Do you mean two-point correlations that involve a galaxy density? You are doing shape two-point correlation functions, I thought.

Sorry, yes, two-point as in position-position. I think position-shear will work without randoms but can't be sure till I fix issue #23.

Unit tests: would be good to get some very small amount of default data that could be used for this.

I'm curious what the LSST folks are doing already to test their code...

HironaoMiyatake commented 10 years ago

We should weight based on the shape measurement error and shape noise added in quadrature. This is not too far from uniform weighting so it's not like what you're doing right now is horribly wrong. But probably better to update this.

Right, will do later today probably. (These shapes are distortions, yes?)
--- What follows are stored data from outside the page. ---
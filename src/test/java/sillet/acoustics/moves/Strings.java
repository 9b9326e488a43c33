package sillet.acoustics.moves;

import java.util.List;
import sillet.acoustics.neck.Clearances;
import sillet.acoustics.neck.StringLie;
import sillet.acoustics.readings.FretReading;
import sillet.acoustics.readings.Reference;
import sillet.acoustics.wire.StringConstants;

/** Strings that several tests use: constants, pitches and heights of physics table 2.8 [D]. */
final class Strings {
  static final double SCALE = 0.648;

  private Strings() {}

  /** Plain .010 in, E4. */
  static StringLie thin() {
    return lie(new StringConstants(3.977654e-4, 10134.15, 4.086342e-5, 0), 329.6276);
  }

  /** Plain .017 in, G3. */
  static StringLie thick() {
    return lie(new StringConstants(1.149542e-3, 29287.69, 3.412954e-4, 0), 195.9977);
  }

  /** Wound .046 over .018 in, E2. */
  static StringLie wound() {
    return lie(new StringConstants(7.635858e-3, 32834.64, 4.289679e-4, 0), 82.4069);
  }

  static StringLie lie(StringConstants constants, double hz) {
    return StringLie.nominal(constants, hz, SCALE, Clearances.overStraightNeck(0.5e-3, 2.5e-3));
  }

  /** A task of the usual kind. */
  static MoveTask octave(StringLie lie, FretReading... readings) {
    return new MoveTask(lie, List.of(readings), Reference.OPEN, Aim.OCTAVE, false);
  }

  static MoveTask neck(StringLie lie, boolean nutFree, List<FretReading> readings) {
    return new MoveTask(lie, readings, Reference.OPEN, Aim.NECK, nutFree);
  }
}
My crude weight used for my tests so far is wt = 1./(0.362 + eerr2), where I think 0.36 is derived from SDSS in some of Reina's paper (@rmandelb could clarify). eerr is error in distortion, 1 component.
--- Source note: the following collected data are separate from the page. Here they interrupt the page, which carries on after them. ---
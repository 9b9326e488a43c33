package sillet.desktop.shell;

import java.io.IOException;
import java.nio.file.Path;
import java.util.List;
import java.util.concurrent.TimeoutException;
import javafx.scene.Group;
import javafx.scene.Parent;
import javafx.scene.Scene;
import javafx.scene.input.KeyCode;
import org.assertj.core.api.SoftAssertions;
import org.assertj.core.api.junit.jupiter.InjectSoftAssertions;
import org.assertj.core.api.junit.jupiter.SoftAssertionsExtension;
import org.junit.jupiter.api.extension.ExtendWith;
import org.junit.jupiter.api.io.TempDir;
import org.junit.jupiter.params.ParameterizedTest;
import org.junit.jupiter.params.provider.CsvSource;
import sillet.desktop.drawing.Picture;
import sillet.desktop.theme.TextSize;
import sillet.desktop.theme.Theme;

/**
 * Walks over string sets and the sheets of frets and pickups in each shape of the window, keeps
 * pictures under target/looks, and checks that nothing sticks out or is cut.
 */
@ExtendWith(SoftAssertionsExtension.class)
class PartsLookTest {
  @TempDir Path folder;
  @InjectSoftAssertions SoftAssertions soft;

  @ParameterizedTest
  @CsvSource({
    "light, 1280, 800, 100",
    "dark, 1280, 800, 100",
    "light, 1920, 1080, 100",
    "dark, 1280, 800, 150",
  })
  void keepsEverythingInsideTheWindow(String theme, int width, int height, int percent)
      throws TimeoutException, IOException {
    int[] size = {width, height};
    String shape = theme + "-" + width + "-" + percent;
    new SettingsFile(folder)
        .keep(new Settings(Theme.ofWord(theme).orElseThrow(), new TextSize(percent)));
    try (TestWindow window = TestWindow.over(folder)) {
      window.untilShown("#shop-name");
      window.until(() -> window.scene().getStylesheets().stream().anyMatch(s -> s.contains(theme)));
      window.press(KeyCode.CONTROL, KeyCode.D);
      window.untilRows("#bench-list", 3);
      sets(window, size, shape);
      instrument(window, size, shape);
    }
  }

  private void sets(TestWindow window, int[] size, String shape) throws IOException {
    window.press(KeyCode.CONTROL, KeyCode.DIGIT3);
    window.untilRows("#set-list", 4);
    window.press(KeyCode.SPACE);
    window.press(KeyCode.DOWN);
    keep(window, size, "sets-" + shape);
    window.press(KeyCode.F7);
    window.untilShown("#sets-wanted");
    keep(window, size, "sets-ladder-" + shape);
    window.press(KeyCode.F7);
    keep(window, size, "sets-materials-" + shape);
    window.press(KeyCode.F7);
    window.press(KeyCode.CONTROL, KeyCode.D);
    window.untilShown("#set-name-field");
    window.press(KeyCode.TAB);
    window.press(KeyCode.TAB);
    window.press(KeyCode.CONTROL, KeyCode.A);
    window.type("thin");
    window.press(KeyCode.TAB);
    keep(window, size, "sets-edit-" + shape);
    window.press(KeyCode.ESCAPE);
  }

  private void instrument(TestWindow window, int[] size, String shape) throws IOException {
    window.press(KeyCode.F3);
    window.type("lapwing");
    window.untilRows("#instrument-list", 1);
    window.press(KeyCode.ENTER);
    window.press(KeyCode.ENTER);
    window.untilRows("#visit-list", 2);
    keep(window, size, "parts-history-" + shape);
    window.press(KeyCode.CONTROL, KeyCode.F);
    window.untilSaid("costs most");
    keep(window, size, "frets-" + shape);
    window.press(KeyCode.ESCAPE);
    window.untilRows("#visit-list", 2);
    window.press(KeyCode.CONTROL, KeyCode.P);
    window.untilSaid("hardly heard, up to");
    keep(window, size, "pickups-" + shape);
  }

  /** The headless screen is 1280 wide; a larger window is laid out in a scene of its own. */
  private void keep(TestWindow window, int[] size, String name) throws IOException {
    Scene real = window.scene();
    Parent root = real.getRoot();
    var focused = real.getFocusOwner();
    Scene scene =
        Picture.onFxThread(
            () -> {
              if (size[0] <= real.getWidth()) {
                return real;
              }
              real.setRoot(new Group());
              Scene larger = new Scene(root, size[0], size[1]);
              larger.setUserAgentStylesheet(real.getUserAgentStylesheet());
              larger.getStylesheets().setAll(real.getStylesheets());
              return larger;
            });
    Picture.onFxThread(() -> Picture.of(scene)).save(name);
    List<String> amiss = Picture.onFxThread(() -> Misplaced.in(scene));
    Picture.onFxThread(
        () -> {
          if (scene != real) {
            scene.setRoot(new Group());
            real.setRoot(root);
            focused.requestFocus();
          }
          return real;
        });
    soft.assertThat(amiss).as(name).isEmpty();
  }
}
Unit tests: would be good to get some very small amount of default data that could be used for this.

The problem is that the HSC data is not public. Now is it time to set up a private repository? Or we could use somewhere else which is protected by a password.
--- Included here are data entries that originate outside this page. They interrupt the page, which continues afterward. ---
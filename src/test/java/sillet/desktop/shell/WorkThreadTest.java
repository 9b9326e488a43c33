package sillet.desktop.shell;

import static org.assertj.core.api.Assertions.assertThat;

import java.util.ArrayList;
import java.util.Collections;
import java.util.List;
import java.util.concurrent.Callable;
import java.util.concurrent.CountDownLatch;
import java.util.concurrent.TimeUnit;
import java.util.concurrent.TimeoutException;
import javafx.application.Platform;
import org.junit.jupiter.api.AfterEach;
import org.junit.jupiter.api.BeforeAll;
import org.junit.jupiter.api.Test;
import org.testfx.util.WaitForAsyncUtils;
import sillet.desktop.drawing.Picture;
import sillet.logbook.text.Message;
import sillet.logbook.text.Rejection;
import sillet.store.engine.LogbookProblem;
import sillet.store.engine.ProblemKind;

class WorkThreadTest {
  private final List<Throwable> unexpected = Collections.synchronizedList(new ArrayList<>());
  private final List<Object> heard = Collections.synchronizedList(new ArrayList<>());
  private final WorkThread work = new WorkThread(unexpected::add);

  @BeforeAll
  static void start() throws TimeoutException {
    Picture.startToolkit();
  }

  @AfterEach
  void finish() {
    work.finish();
  }

  @Test
  void worksOffTheWindowsThreadAndAnswersOnIt() throws TimeoutException {
    run(() -> Platform.isFxApplicationThread());
    heardSoon(1);

    assertThat(heard).containsExactly(false);
  }

  @Test
  void doesOnePieceAfterTheOther() throws TimeoutException {
    for (int i = 0; i < 50; i++) {
      int number = i;
      run(() -> number);
    }
    heardSoon(50);

    assertThat(heard).isSortedAccordingTo((a, b) -> (Integer) a - (Integer) b);
  }

  @Test
  void saysWhatStandsInTheWay() throws TimeoutException {
    run(
        () -> {
          throw new LogbookProblem(ProblemKind.DISK, "there", null);
        });
    run(
        () -> {
          throw Rejection.of("number.none", "x");
        });
    heardSoon(2);

    assertThat(heard)
        .containsExactly(Message.of("problem.disk", "there"), Message.of("number.none", "x"));
    assertThat(unexpected).isEmpty();
  }

  @Test
  void showsWhatNobodyForesawAndTellsTheScreenToo() throws TimeoutException {
    IllegalStateException odd = new IllegalStateException("odd");
    run(
        () -> {
          throw odd;
        });
    heardSoon(1);

    assertThat(unexpected).containsExactly(odd);
    assertThat(heard).containsExactly(Message.of("shell.unexpected"));
  }

  @Test
  void finishesWhatWasAskedForButTakesNothingMore() throws Exception {
    CountDownLatch hold = new CountDownLatch(1);
    run(() -> hold.await(10, TimeUnit.SECONDS));
    run(() -> "asked before");
    work.finish();
    run(() -> "asked after");
    hold.countDown();
    heardSoon(3);

    assertThat(heard).containsExactly(Message.of("shell.closing"), true, "asked before");
  }

  private <T> void run(Callable<T> piece) {
    work.run(piece, heard::add, heard::add);
  }

  private void heardSoon(int count) throws TimeoutException {
    WaitForAsyncUtils.waitFor(10, TimeUnit.SECONDS, () -> heard.size() >= count);
  }
}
rmandelb commented 10 years ago

So it's probably better to have a hard cutoff. What should that cutoff be? Are you suggesting a hard cutoff in S/N, in maximum number of stars, or ...? I'm open to suggestion, basically. (I think S/N would make more sense, probably, or raw flux, rather than number of objects.)

I don't think raw flux makes sense. S/N is probably best.

That's tricky. Most of the obvious samples I can think of are low density enough that at the CCD level, you might have an average of <1 per CCD. We could always just try a random selection, or semi-random above a flux cutoff--I think the important thing is to have some real objects for the test, but using all the galaxies could take too long.

Okay, perhaps a random subsample for those above a S/N cutoff.

We should weight based on the shape measurement error and shape noise added in quadrature. This is not too far from uniform weighting so it's not like what you're doing right now is horribly wrong. But probably better to update this. Right, will do later today probably. (These shapes are distortions, yes?)

Yes, distortions.

rmandelb commented 10 years ago

Regarding a small amount of data: does it have to be HSC data? If the formats used for outputs is the same for some public S-Cam data, we could run the pipeline on some S-Cam data (like one CCD) and put that output in the repo for testing.

HironaoMiyatake commented 10 years ago

I think SC data is okay. The ACT cluster data is public, so we can use it. However, I have to run soon for a short trip during this Friday and weekend, so it might be better to make a new issue for it, depending on time scale of this PR.

rmandelb commented 10 years ago

I think it’s okay to open a new issue and do it next week or whatever. It’s fine as long as we have a plan!

HironaoMiyatake commented 10 years ago

Okay, I'll open an issue!

TallJimbo commented 10 years ago

Review complete; all my comments are in the diff comments.

msimet commented 10 years ago

My crude weight used for my tests so far is wt = 1./(0.362 + eerr2), where I think 0.36 is derived from SDSS in some of Reina's paper (@rmandelb could clarify). eerr is error in distortion, 1 component.

Yes, 0.36 was what they measured in Reina's paper (0.365 actually I believe). However, that was for the sample after some cuts--I've put it in for now (with max(e1_err,e2_err) as eerr) but we might have to think more carefully about it in the future.

msimet commented 10 years ago

Noting for those not looking at the diff that what I called StileField.py and StileFieldNoTract.py are now StileVisit.py and StileVisitNoTract.py thanks to some points @TallJimbo made above about terminology.

msimet commented 10 years ago

Does anyone else have any comments on this PR? Does anyone want to look over the code that's been added due to comments? If nobody speaks up, I will merge tomorrow evening.

msimet commented 10 years ago

Pursuant to some discussion on branch #18, I just changed the call signature for the SysTestAdapters here to include the config objects from the Task.

msimet commented 10 years ago

I just realized we needed slight fixes to the tests and example scripts here, so that's done. New plan: merge tomorrow.